C secret script Chapter 1: data storage (in-depth analysis) supplement

Last time we ended with a question , Now it is up to me to explain for you . I don't say much nonsense , Go straight to the question .

#include<stdio.h>
int main()
{
unsigned int i;
for(i=0;i>=0;i--)
{
printf("%u\n",i);
}
return 0;
}

What is the output result ？

analysis ： First, we create an unsigned integer variable i, Here we only need to think of this when we see unsigned types The value of a variable cannot be negative , Then we wrote a for Cycle if >=0, Every loop variable i reduce 1, Finally, print in unsigned form . So we mentioned that earlier , Unsigned numbers cannot be negative , So it can be seen that ,i>=0 Hang up , The output result of the program is dead loop .

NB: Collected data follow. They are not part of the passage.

"""Numbers of a study against the same cycle written out with the property library's own flashes."""

import pytest
from CoolProp.CoolProp import PT_INPUTS, QT_INPUTS, AbstractState, iphase_gas, iphase_liquid
from scipy.optimize import brentq

from retrofit.study import compare

KELVIN = 273.15
RELATIVE = 1e-4  # stated accuracy of the tables in pressures, COP and volumetric capacity
DISCHARGE_K = 0.05  # and in the discharge temperature
# Condensing at 35 degC, since near 42 degC the library's own flash of R410A at the bubble point fails.
USEFUL_K, LINE_K, SUBCOOLING_K, ISENTROPIC, T_EVAP_K, T_COND_K = 7.0, 8.0, 3.0, 0.68, -8 + KELVIN, 35 + KELVIN
# Mass fractions of the designation standard, as its published table prints them.
LIBRARY = {
    "R134a": ("R134a", (1.0,)),
    "R410A": ("R32&R125", (0.5, 0.5)),
    "R407C": ("R32&R125&R134a", (0.23, 0.25, 0.52)),
}


class Library:
    """States of one refrigerant straight from the property library, the phase imposed."""

    def __init__(self, name):
        names, shares = LIBRARY[name]
        self.state = AbstractState("HEOS", names)
        if len(shares) > 1:
            self.state.set_mass_fractions(list(shares))

    def saturated(self, quality, T_K):
        """Return the state on a saturation line, or between them, at a temperature."""
        self.state.unspecify_phase()
        self.state.update(QT_INPUTS, quality, T_K)
        return self.state

    def at_pressure(self, quality, p_Pa, T_dew_K):
        """Return the state of a quality at a pressure, by its temperature: flashes from pressure are less sound."""
        T = brentq(lambda T: self.saturated(quality, T).p() - p_Pa, T_dew_K - 8.0, T_dew_K, xtol=1e-9)
        return self.saturated(quality, T)

    def single(self, phase, p_Pa, T_K):
        """Return the state at pressure and temperature in a phase."""
        self.state.specify_phase(phase)
        self.state.update(PT_INPUTS, p_Pa, T_K)
        return self.state

    def gas_temperature(self, p_Pa, quantity, wanted, lowest_K):
        """Return the temperature of the gas at a pressure where a quantity has a value. [K]"""
        return brentq(lambda T: getattr(self.single(iphase_gas, p_Pa, T), quantity)() - wanted, lowest_K, 450.0)


def cycle_by_hand(name):
    """Return the numbers of the cycle between equal dew temperatures, each step written out."""
    library = Library(name)
    p_evap = library.saturated(1.0, T_EVAP_K).p()
    p_cond = library.saturated(1.0, T_COND_K).p()
    T_bubble = library.at_pressure(0.0, p_cond, T_COND_K).T()
    h_liquid = library.single(iphase_liquid, p_cond, T_bubble - SUBCOOLING_K).hmass()
    h_outlet = library.single(iphase_gas, p_evap, T_EVAP_K + USEFUL_K).hmass()
    suction = library.single(iphase_gas, p_evap, T_EVAP_K + USEFUL_K + LINE_K)
    h_suction, s_suction, density = suction.hmass(), suction.smass(), suction.rhomass()
    T_isentropic = library.gas_temperature(p_cond, "smass", s_suction, T_COND_K + 0.5)
    work = (library.single(iphase_gas, p_cond, T_isentropic).hmass() - h_suction) / ISENTROPIC
    T_discharge = library.gas_temperature(p_cond, "hmass", h_suction + work, T_COND_K + 0.5)
    effect = h_outlet - h_liquid

    def excess(share):
        return library.at_pressure(share, p_evap, T_EVAP_K).hmass() - h_liquid

    T_inlet = library.at_pressure(brentq(excess, 0.01, 0.9), p_evap, T_EVAP_K).T()
    return {
        "p_evap_Pa": p_evap,
        "p_cond_Pa": p_cond,
        "cop": effect / work,
        "volumetric_capacity_J_per_m3": effect * density,
        "refrigerating_effect_J_per_kg": effect,
        "T_discharge_K": T_discharge,
        "T_discharge_isentropic_K": T_isentropic,
        "T_cond_bubble_K": T_bubble,
        "T_evap_inlet_K": T_inlet,
    }


@pytest.mark.parametrize("name", LIBRARY)
def test_study_is_the_cycle_written_out(case_of, name):
    """A pure fluid, a blend with hardly any glide and one with 6 K agree with the property library's own flashes."""
    duty = {"condensing": "35 degC", "useful_superheat": "7 K", "line_superheat": "8 K", "subcooling": "3 K"}
    found = compare(case_of(name, ["R290"], duty=duty, compressor={"isentropic_efficiency": ISENTROPIC})).existing.duty
    expected = cycle_by_hand(name)

    for quantity, value in expected.items():
        tolerance = {"abs": DISCHARGE_K, "rel": 0} if quantity.startswith("T_") else {"rel": RELATIVE}
        assert getattr(found, quantity) == pytest.approx(value, **tolerance), quantity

Let's look at the next question

#include<stdio.h>
#include<string.h>
int main()
{
char a[1000];
int i;
for(i=0;i<1000;i++)
{
a[i]=-1-i;
}
printf("%d",strlen(a));
return 0;
}

What is his output ？

analysis ： This problem is still a little difficult , First we created a 1000 A one-dimensional character array of elements and a int Variable of type i,for The cycle condition is i<1000 And every time the loop is executed, the a[i] Array traversal 1-i, Final chain access strlen Function print . This can be explained by strlen function ‘\0’ Stop calculating the length , But this character array does not store strings , ha-ha , I know it must be a random value . You are wrong to think so, Taoist friend , At first, I thought so too . The right way of thinking ： We know char The value range of type is ：-128～127, Then we 1000 Secondary cycle -1-i Can you store such a large number ？ Obviously not , When we a Value assigned to -127 Again -1 when , Because you are stored in char Of type ,char Type will convert the number beyond the value range to the number within the range , therefore -128-1 It becomes 127. Let's take a look at the end position we want to find \0, Know that a The value of is 0 Time is \0, So that is -128～127 The number of does not include 0, It adds up to 255.

Next question ：

#include<stdio.h>
int main()
{
unsigned char i=0;
for(i=0;i<=255;i++)
{
printf("hello world\n");
}
return 0;
}

analysis ： I believe this problem should not be difficult , It's still the old way , When you see the unsigned character type, you first think of the value range 0～255 And cannot be negative , So we know for loop i<-255 Hang up , Form a dead cycle .

Well, let's move on to the highlight of this chapter , It's also the hardest part .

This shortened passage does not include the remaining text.